Python API

Search Shortcut cmd + k | ctrl + k

Documentation / Client APIs / Python

Python API

Installation

The DuckDB Python API can be installed using pip: pip install duckdb. Please see the installation page for details. It is also possible to install DuckDB using conda: conda install python-duckdb -c conda-forge.

Basic API Usage

The most straight-forward manner of running SQL queries using DuckDB is using the duckdb.sql command.

import duckdb
duckdb.sql('SELECT 42').show()

This will run queries using an in-memory database that is stored globally inside the Python module. The result of the query is returned as a Relation. A relation is a symbolic representation of the query. The query is not executed until the result is fetched or requested to be printed to the screen.
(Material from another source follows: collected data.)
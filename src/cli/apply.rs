//! `fewest apply`.

use super::{Outcome, Search, count::exit_code, notes};
use crate::clock::Instant;
use crate::desk::{Access, Desk, whoami};
use crate::edit::Change;
use crate::store;
use crate::text::clean;
use crate::words::{self, Progress};
use std::io::Read;
use std::path::Path;

/// Scripts larger than this are refused.
const MOST_BYTES: u64 = 16 << 20;

pub(super) fn apply(file: &Path, script: &Path, search: Search) -> Outcome {
    let name = clean(&script.display().to_string()).into_owned();
    let bytes = if script == Path::new("-") {
        let mut bytes = Vec::new();
        std::io::stdin()
            .take(MOST_BYTES)
            .read_to_end(&mut bytes)
            .map(|_| bytes)
    } else {
        store::read_bounded(script, MOST_BYTES)
    };
    let bytes = match bytes {
        Ok(bytes) => bytes,
        Err(error) => return Outcome::bad(format!("{name}: {error}")),
    };
    let Ok(text) = String::from_utf8(bytes) else {
        return Outcome::bad(format!("{name}: this is not UTF-8"));
    };
    let files = std::sync::Arc::new(store::RealFiles);
    let (mut desk, said) = match Desk::open_to_edit(file, &whoami(), files) {
        Ok(opened) => opened,
        Err(trouble) => return Outcome::bad(trouble),
    };
    if let Access::Theirs(who) = desk.access() {
        return Outcome::bad(format!("refused: {who} has it open; nothing was changed"));
    }
    let mut mentioned: String = said.iter().map(|line| format!("{line}\n")).collect();
    let mut taken_in = false;
    if let Some(leftover) = desk.leftover() {
        let count = words::count_words(leftover.edits, "edit");
        if search.unsaved && leftover.foreign {
            return Outcome::bad(format!(
                "{count} in a journal beside the file are for another version of it; open it on the screen; nothing was changed"
            ));
        }
        if search.unsaved {
            let (taken, all) = desk.take_in_unsaved();
            if taken < all {
                return Outcome::bad(
                    "not all unsaved edits can be taken in; open it on the screen; nothing was changed",
                );
            }
            taken_in = true;
            mentioned.push_str(&format!("{count} taken in that were not saved\n"));
        } else {
            mentioned.push_str(&format!(
                "{count} not saved in a journal beside the file were left out; the screen will offer them on the new version\n"
            ));
        }
    }
    let now = Instant(chrono::Utc::now().timestamp());
    let mut made = 0;
    for (at, line) in text.lines().enumerate() {
        let line = line.trim();
        if line.is_empty() || line.starts_with('#') {
            continue;
        }
        let nothing = "nothing was changed";
        let edit = match desk.parse(line, now) {
            Ok(edit) => edit,
            Err(misread) => {
                return Outcome::bad(format!(
                    "{name}:{}:{}: {}; {nothing}",
                    at + 1,
                    misread.column,
                    misread.message
                ));
            }
        };
        // A swap exchanges placements, so there must be some.
        if matches!(edit.what, Change::Swap(..)) && !desk.is_current() {
            match search.run(desk.job()) {
                Ok(settled) => _ = desk.receive(settled),
                Err(outcome) => return outcome,
            }
        }
        if let Err(refused) = desk.make(vec![edit]) {
            return Outcome::bad(format!("{name}:{}:1: {refused}; {nothing}", at + 1));
        }
        made += 1;
    }
    let settled = match search.run(desk.job()) {
        Ok(settled) => settled,
        Err(outcome) => return outcome,
    };
    desk.receive(std::sync::Arc::clone(&settled));
    if let Err(trouble) = desk.save(None, now, &mut |_| {}) {
        return Outcome::bad(trouble);
    }
    if taken_in {
        desk.forget_leftover();
        desk.close_journal();
    }
    let resources = desk.timetable().resources().all.len();
    let state = words::state(
        settled.receipt(),
        resources,
        &desk.timetable().settings.noun,
        Progress::AtRest,
    );
    let edits = if made == 1 { "edit" } else { "edits" };
    Outcome {
        out: format!("{made} {edits} made and saved\n{state}\n"),
        err: mentioned + &notes(&desk, file),
        code: exit_code(&settled),
    }
}
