//! What each message does to the state. No input or output here: what has to happen outside
//! is returned as effects.

use super::carry;
use super::layout::RowKind;
use super::model::{Find, Mode, Model};
use crate::actions::Action;
use crate::claim::Why;
use crate::clock::Instant;
use crate::desk::{Disk, Event, Job, Settled};
use crate::edit::{Change, Edit};
use crate::store::Written;
use crate::text::clean;
use crate::timetable::Prefer;
use crate::words::Progress;
use crossterm::event::{KeyCode, KeyEvent, KeyModifiers};
use fuzzy_matcher::FuzzyMatcher;
use fuzzy_matcher::skim::SkimMatcherV2;
use std::path::PathBuf;
use std::sync::Arc;
use tui_input::{Input, InputRequest};

/// What comes in.
#[derive(Clone, Debug)]
pub enum Msg {
    /// A key was pressed.
    Key(KeyEvent),
    /// Text was pasted.
    Paste(String),
    /// The terminal has a new size.
    Resize(u16, u16),
    /// The solver says something.
    Solver(Event),
    /// Why not fewer, for the state of that generation.
    Why(u64, Arc<Why>),
    /// The journal's thread says something.
    Written(Written),
    /// The file on the disk is not what it was.
    Stirred,
    /// A while has passed.
    Tick,
    /// Something outside has been done; the desk may have another state.
    Done(Result<String, String>),
    /// A save has ended; on success, perhaps the program may leave.
    Saved {
        /// What went wrong, if something did.
        result: Result<String, String>,
        /// Whether to leave then.
        leave: bool,
    },
}

/// What has to happen outside.
#[derive(Clone, Debug)]
pub enum Effect {
    /// Solve this.
    Submit(Box<Job>),
    /// Save, perhaps under another name, and perhaps leave then.
    Save {
        /// The other name.
        other: Option<PathBuf>,
        /// Whether to leave then.
        leave: bool,
    },
    /// Find out why not fewer.
    Why(Arc<Settled>),
    /// The plan that a save waited for is here.
    WritePlan,
    /// Take in the edits of an earlier session, or leave them in a file of their own.
    Leftover {
        /// Whether to take them in.
        take_in: bool,
    },
    /// Someone else changed the file: what becomes of theirs and ours.
    Resolve(Resolve),
    /// Leave.
    Quit,
    /// Back to the shell until it brings us to the front again.
    Suspend,
    /// Draw everything anew.
    Redraw,
}

/// What becomes of two versions.
#[derive(Clone, Copy, Debug, PartialEq, Eq)]
pub enum Resolve {
    /// Ours replaces theirs, which is kept beside it.
    Mine,
    /// Theirs is taken over, ours is kept as a script.
    Theirs,
    /// Ours is made once more on theirs.
    Both,
}
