impl Loop {
    /// Until left: drain what has come, then draw at most once. Returns the exit code.
    fn turn(&mut self, break_after_first_frame: bool) -> u8 {
        loop {
            if let Some(code) = self.drain() {
                return code;
            }
            if self.dirty {
                if self.draw().is_err() {
                    return GONE;
                }
                if break_after_first_frame {
                    panic!("broken on purpose");
                }
            }
        }
    }

    fn drain(&mut self) -> Option<u8> {
        let mut wake = match self.waiting {
            // Something must be drawn soon, with the answer if that comes in time.
            Some(until) => self
                .woken
                .recv_timeout(until.saturating_duration_since(Watch::now()))
                .ok(),
            None if self.dirty => None,
            None => self.woken.recv().ok(),
        };
        if wake.is_none() {
            self.waiting = None;
        }
        while let Some(next) = wake {
            if !matches!(next, Wake::Msg(Msg::Tick | Msg::Stirred)) {
                self.model.now = Instant(chrono::Utc::now().timestamp());
            }
            let effects = match next {
                Wake::Signal(signal) => return Some(128 + signal as u8),
                Wake::Gone => return Some(GONE),
                Wake::Msg(Msg::Stirred) => {
                    if let Some(said) = self.model.desk.look_at_lock() {
                        self.model.say(said, true);
                        if matches!(self.model.desk.access(), Access::Ours(_)) {
                            self.scribe = Some(start_scribe(&mut self.model, &self.wake));
                        }
                        self.dirty = true;
                    }
                    if !self.model.desk.look_at_disk() {
                        wake = self.woken.try_recv().ok();
                        continue;
                    }
                    self.dirty = true;
                    self.follow()
                }
                Wake::Msg(Msg::Tick) => {
                    // Only a now line that moves is worth a frame.
                    self.dirty |= self.now_moves();
                    Vec::new()
                }
                Wake::Msg(msg) => {
                    if matches!(msg, Msg::Solver(Event::Settled(_))) {
                        self.waiting = None;
                    }
                    self.dirty = true;
                    // A frame may have been drawn for the new size before we were told of it,
                    // while the terminal still had the old one.
                    if matches!(msg, Msg::Resize(..)) {
                        self.redraw();
                    }
                    update(&mut self.model, msg)
                }
            };
            self.write_journal();
            for effect in effects {
                if let Some(code) = self.perform(effect) {
                    return Some(code);
                }
            }
            wake = self.woken.try_recv().ok();
        }
        // Still waiting for an answer: go round once more before drawing.
        if self.waiting.is_some_and(|until| Watch::now() < until) {
            self.drain()
        } else {
            None
        }
    }

    fn perform(&mut self, effect: Effect) -> Option<u8> {
        match effect {
            Effect::Submit(job) => {
                self.solver.submit(*job);
                self.waiting = Some(Watch::now() + ANSWER_WITHIN);
            }
            Effect::Why(settled) => {
                let told = self.wake.clone();
                std::thread::spawn(move || {
                    let why = crate::desk::why(&settled, &crate::engine::Never);
                    let msg = Msg::Why(settled.generation(), std::sync::Arc::new(why));
                    let _ = told.send(Wake::Msg(msg));
                });
            }
            Effect::Save { other, leave } => {
                self.model.desk.look_at_disk();
                let own = other
                    .as_ref()
                    .is_none_or(|other| *other == self.model.desk.path);
                if own && self.model.desk.disk() == Disk::Changed {
                    self.model.mode = super::model::Mode::Changed;
                    return None;
                }
                let effects = self.save(other.as_deref(), leave);
                return effects.into_iter().find_map(|effect| self.perform(effect));
            }
            Effect::Leftover { take_in } => {
                let result = if take_in {
                    let (taken, rest) = self.model.desk.take_in_leftover();
                    let taken = crate::words::count_words(taken, "edit");
                    if rest.is_empty() {
                        Ok(format!("{taken} taken in; u undoes them one by one"))
                    } else {
                        Err(format!(
                            "{taken} taken in; the rest cannot be read and is kept beside the file"
                        ))
                    }
                } else {
                    let kept = self.model.desk.set_leftover_aside();
                    kept.map(|name| format!("they are kept in {name}"))
                        .map_err(|error| error.to_string())
                };
                if self.model.desk.leftover().is_none() {
                    self.scribe = Some(start_scribe(&mut self.model, &self.wake));
                    self.write_journal();
                }
                let effects = update(&mut self.model, Msg::Done(result));
                return effects.into_iter().find_map(|effect| self.perform(effect));
            }
            Effect::Resolve(how) => {
                let effects = match how {
                    Resolve::Mine => match self.model.desk.keep_mine() {
                        Ok(said) => {
                            let effects = self.save(None, false);
                            if self
                                .model
                                .message
                                .as_ref()
                                .is_none_or(|message| !message.warning)
                            {
                                self.model.say(said, false);
                            }
                            effects
                        }
                        Err(trouble) => {
                            self.model.say(trouble.to_string(), true);
                            Vec::new()
                        }
                    },
                    Resolve::Theirs | Resolve::Both => {
                        let result = self.model.desk.take_theirs(how == Resolve::Both);
                        // The journal begins anew, from their version; when theirs could not be
                        // taken, ours goes on and so does its journal.
                        if result.is_ok() {
                            self.scribe = Some(start_scribe(&mut self.model, &self.wake));
                            self.write_journal();
                        }
                        update(
                            &mut self.model,
                            Msg::Done(result.map_err(|trouble| trouble.to_string())),
                        )
                    }
                };
                return effects.into_iter().find_map(|effect| self.perform(effect));
            }
            Effect::WritePlan => {
                if let Err(trouble) = self.model.desk.write_plan(self.model.now) {
                    self.model.say(
                        format!("the plan file could not be written: {trouble}"),
                        true,
                    );
                }
            }
            Effect::Quit => {
                self.given_up = true;
                self.finish_plan();
                return Some(0);
            }
            Effect::Suspend => {
                leave();
                // Without job control nobody could wake us: then this does nothing.
                let _ = signal_hook::low_level::raise(SIGTSTP);
                match enter() {
                    Ok(screen) => self.screen = screen,
                    Err(_) => return Some(GONE),
                }
                self.redraw();
            }
            Effect::Redraw => self.redraw(),
        }
        None
    }

    /// Makes the next frame a whole one.
    fn redraw(&mut self) {
        if let Ok(size) = self.screen.size() {
            let _ = self.screen.resize(size.into_rect());
            update(&mut self.model, Msg::Resize(size.width, size.height));
        }
        self.dirty = true;
    }

    /// A plan file that still waits for its answer gets it before we go.
    fn finish_plan(&mut self) {
        let until = Watch::now() + PLAN_WITHIN;
        while self.model.desk.plan_is_due() {
            match self
                .woken
                .recv_timeout(until.saturating_duration_since(Watch::now()))
            {
                Ok(Wake::Msg(msg @ Msg::Solver(_))) => {
                    for effect in update(&mut self.model, msg) {
                        if matches!(effect, Effect::WritePlan) {
                            let _ = self.model.desk.write_plan(self.model.now);
                        }
                    }
                }
                Ok(Wake::Msg(_)) => {}
                Ok(Wake::Signal(_) | Wake::Gone) | Err(_) => return,
            }
        }
    }

    fn draw(&mut self) -> std::io::Result<()> {
        self.dirty = false;
        let size = self.screen.size()?;
        if (size.width, size.height) != self.model.size {
            update(&mut self.model, Msg::Resize(size.width, size.height));
        }
        queue!(self.screen.backend_mut(), BeginSynchronizedUpdate)?;
        let model = &self.model;
        self.screen.draw(|frame| super::draw(model, frame))?;
        queue!(self.screen.backend_mut(), EndSynchronizedUpdate)?;
        self.screen.backend_mut().flush()
    }

    /// Hands what was done to the journal's thread.
    fn write_journal(&mut self) {
        if let Some(scribe) = &self.scribe {
            for record in self.model.desk.take_records() {
                scribe.add(record);
            }
        }
    }

    fn save(&mut self, other: Option<&std::path::Path>, leave: bool) -> Vec<Effect> {
        let scribe = &self.scribe;
        let before = self.model.desk.path.clone();
        let result = self.model.desk.save(other, self.model.now, &mut |record| {
            if let Some(scribe) = scribe {
                scribe.add(record);
                // A journal that cannot be written must not keep anyone from saving.
                let _ = scribe.wait();
            }
        });
        if self.model.desk.path != before {
            self.scribe = Some(start_scribe(&mut self.model, &self.wake));
            watch_the_file(&self.model.desk.path, &self.wake);
        }
        let name = crate::text::clean(&self.model.desk.path.display().to_string()).into_owned();
        let result = result
            .map(|()| format!("saved {name}"))
            .map_err(|trouble| trouble.to_string());
        update(&mut self.model, Msg::Saved { result, leave })
    }

    /// The file is not what it was: a desk that only reads follows it, another says so.
    fn follow(&mut self) -> Vec<Effect> {
        let reads_only = matches!(self.model.desk.access(), Access::Theirs(_));
        if reads_only && self.model.desk.disk() == Disk::Changed {
            // Half a moment later it may be whole.
            let said = match self.model.desk.follow_disk() {
                Ok(()) => Ok("the file was saved by the other desk".to_string()),
                Err(_) => Err("the file cannot be read at the moment".to_string()),
            };
            return update(&mut self.model, Msg::Done(said));
        }
        update(&mut self.model, Msg::Stirred)
    }

    /// Whether the present moment has moved to another column in sight.
    fn now_moves(&mut self) -> bool {
        let now = Instant(chrono::Utc::now().timestamp());
        let columns = i64::from(self.model.areas().time.width);
        let column =
            |at| Some(self.model.view.column(at)).filter(|column| (0..columns).contains(column));
        let moves = column(now) != column(self.model.now);
        if moves {
            self.model.now = now;
        }
        moves
    }

    /// Before leaving: what was done is on the disk, and a journal that has nothing the file
    /// lacks goes away.
    fn close(&mut self, code: u8) {
        self.write_journal();
        if let Some(scribe) = &self.scribe {
            let _ = scribe.wait();
            if self.model.desk.unsaved() == 0 || (code == 0 && self.given_up) {
                self.model.desk.close_journal();
            }
        }
    }
}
Relations can be referenced in subsequent queries by storing them inside variables, and using them as tables. This way queries can be constructed incrementally.

import duckdb
r1 = duckdb.sql('SELECT 42 AS i')
duckdb.sql('SELECT i * 2 AS k FROM r1').show()

Data Input

DuckDB can ingest data from a wide variety of formats - both on-disk and in-memory. See the data ingestion page for more information.

import duckdb
duckdb.read_csv('example.csv')                # read a CSV file into a Relation
duckdb.read_parquet('example.parquet')        # read a Parquet file into a Relation
duckdb.read_json('example.json')              # read a JSON file into a Relation

duckdb.sql('SELECT * FROM "example.csv"')     # directly query a CSV file
duckdb.sql('SELECT * FROM "example.parquet"') # directly query a Parquet file
duckdb.sql('SELECT * FROM "example.json"')    # directly query a JSON file

DataFrames

DuckDB can also directly query Pandas DataFrames, Polars DataFrames and Arrow tables.

import duckdb

# directly query a Pandas DataFrame
import pandas as pd
pandas_df = pd.DataFrame({'a': [42]})
duckdb.sql('SELECT * FROM pandas_df')

# directly query a Polars DataFrame
import polars as pl
polars_df = pl.DataFrame({'a': [42]})
duckdb.sql('SELECT * FROM polars_df')

# directly query a pyarrow table
import pyarrow as pa
arrow_table = pa.Table.from_pydict({'a':[42]})
duckdb.sql('SELECT * FROM arrow_table')

Result Conversion

DuckDB supports converting query results efficiently to a variety of formats. See the result conversion page for more information.

import duckdb
duckdb.sql('SELECT 42').fetchall()   # Python objects
duckdb.sql('SELECT 42').df()         # Pandas DataFrame
duckdb.sql('SELECT 42').pl()         # Polars DataFrame
duckdb.sql('SELECT 42').arrow()      # Arrow Table
duckdb.sql('SELECT 42').fetchnumpy() # NumPy Arrays

Writing Data To Disk

DuckDB supports writing Relation objects directly to disk in a variety of formats. The COPY statement can be used to write data to disk using SQL as an alternative.

import duckdb
duckdb.sql('SELECT 42').write_parquet('out.parquet') # Write to a Parquet file
duckdb.sql('SELECT 42').write_csv('out.csv')         # Write to a CSV file
duckdb.sql("COPY (SELECT 42) TO 'out.parquet'")      # Copy to a parquet file

Persistent Storage

By default DuckDB operates on an in-memory database. That means that any tables that are created are not persisted to disk. Using the .connect method a connection can be made to a persistent database. Any data written to that connection will be persisted, and can be reloaded by re-connecting to the same file.

import duckdb

# create a connection to a file called 'file.db'
con = duckdb.connect('file.db')
# create a table and load data into it
con.sql('CREATE TABLE test(i INTEGER)')
con.sql('INSERT INTO test VALUES (42)')
# query the table
con.table('test').show()
# explicitly close the connection
con.close()
# Note: connections also closed implicitly when they go out of scope

The connection object and the duckdb module can be used interchangeably - they support the same methods. The only difference is that when using the duckdb module a global in-memory database is used.

Note that if you are developing a package designed for others to use using duckdb, it is recommend that you create connection objects instead of using the methods on the duckdb module. That is because the duckdb module uses a shared global database - which can cause hard to debug issues if used from within multiple different packages.